* Work task *
Copy all lines of the listing that include the string "kMillisecond".

▬▬▬▬▬▬

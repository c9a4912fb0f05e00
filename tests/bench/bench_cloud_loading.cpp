// Loading a cloud from disk: readCloudFile() on a CSV and on a .npy of n rows (x, y, w), the
// path the CLI and the window take. The files are written once per size into the system's
// temporary folder (seeded Gaussian points, random weights, 17 significant digits in the CSV,
// as formatCloudCsv writes them) and read back on every iteration, so the figure includes the
// file read (from the page cache after the first pass), the parse and every validation.
//
//   BM_LoadCsv/n    x,y,w header + n rows
//   BM_LoadNpy/n    '<f8' (n, 3), C order, as formatCloudNpy writes it
#include <benchmark/benchmark.h>

#include <algorithm>
#include <filesystem>
#include <random>
#include <stdexcept>
#include <vector>

#include "io/cloud_file.h"

namespace barrow {
namespace {

Cloud gaussianCloud(int n, unsigned seed) {
  std::mt19937_64 rng(seed);
  std::normal_distribution<double> g(0.0, 1.0);
  std::uniform_real_distribution<double> w(0.5, 1.0);
  Eigen::MatrixX2d p(n, 2);
  Eigen::VectorXd wt(n);
  for (int i = 0; i < n; ++i) {
    p.row(i) << g(rng), 0.5 * g(rng);
    wt(i) = w(rng);
  }
  return Cloud("c", p, wt);
}

// The files this run wrote (up to ~90 MB), removed when the program ends.
struct WrittenFiles {
  std::vector<std::filesystem::path> paths;
  ~WrittenFiles() {
    std::error_code ec;
    for (const auto& p : paths) std::filesystem::remove(p, ec);
  }
} written;

// Written once per (size, extension) and kept for the rest of the run.
std::string fileFor(int n, const std::string& ext) {
  const auto path = std::filesystem::temp_directory_path() /
                    ("barrow_bench_load_" + std::to_string(n) + ext);
  if (std::find(written.paths.begin(), written.paths.end(), path) == written.paths.end()) {
    if (auto err = writeCloudFile(path.string(), gaussianCloud(n, 7))) throw std::runtime_error(*err);
    written.paths.push_back(path);
  }
  return path.string();
}

void loadLoop(benchmark::State& state, const std::string& ext) {
  const int n = int(state.range(0));
  const std::string path = fileFor(n, ext);
  for (auto _ : state) {
    const Loaded<Cloud> c = readCloudFile(path);
    if (!c || c.value->size() != n) {
      state.SkipWithError(c ? "wrong row count" : c.error.text().c_str());
      break;
    }
    benchmark::DoNotOptimize(c.value->points.data());
  }
  state.counters["MB"] = double(std::filesystem::file_size(path)) / 1e6;
}

void BM_LoadCsv(benchmark::State& state) { loadLoop(state, ".csv"); }
void BM_LoadNpy(benchmark::State& state) { loadLoop(state, ".npy"); }

BENCHMARK(BM_LoadCsv)->Arg(100000)->Arg(1000000)->Unit(benchmark::kMillisecond)->UseRealTime();
BENCHMARK(BM_LoadNpy)->Arg(100000)->Arg(1000000)->Unit(benchmark::kMillisecond)->UseRealTime();

}  // namespace
}  // namespace barrow

BENCHMARK_MAIN();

▬▬▬▬▬▬

* Answer area *
BENCHMARK(BM_LoadCsv)->Arg(100000)->Arg(1000000)->Unit(benchmark::kMillisecond)->UseRealTime();
BENCHMARK(BM_LoadNpy)->Arg(100000)->Arg(1000000)->Unit(benchmark::kMillisecond)->UseRealTime();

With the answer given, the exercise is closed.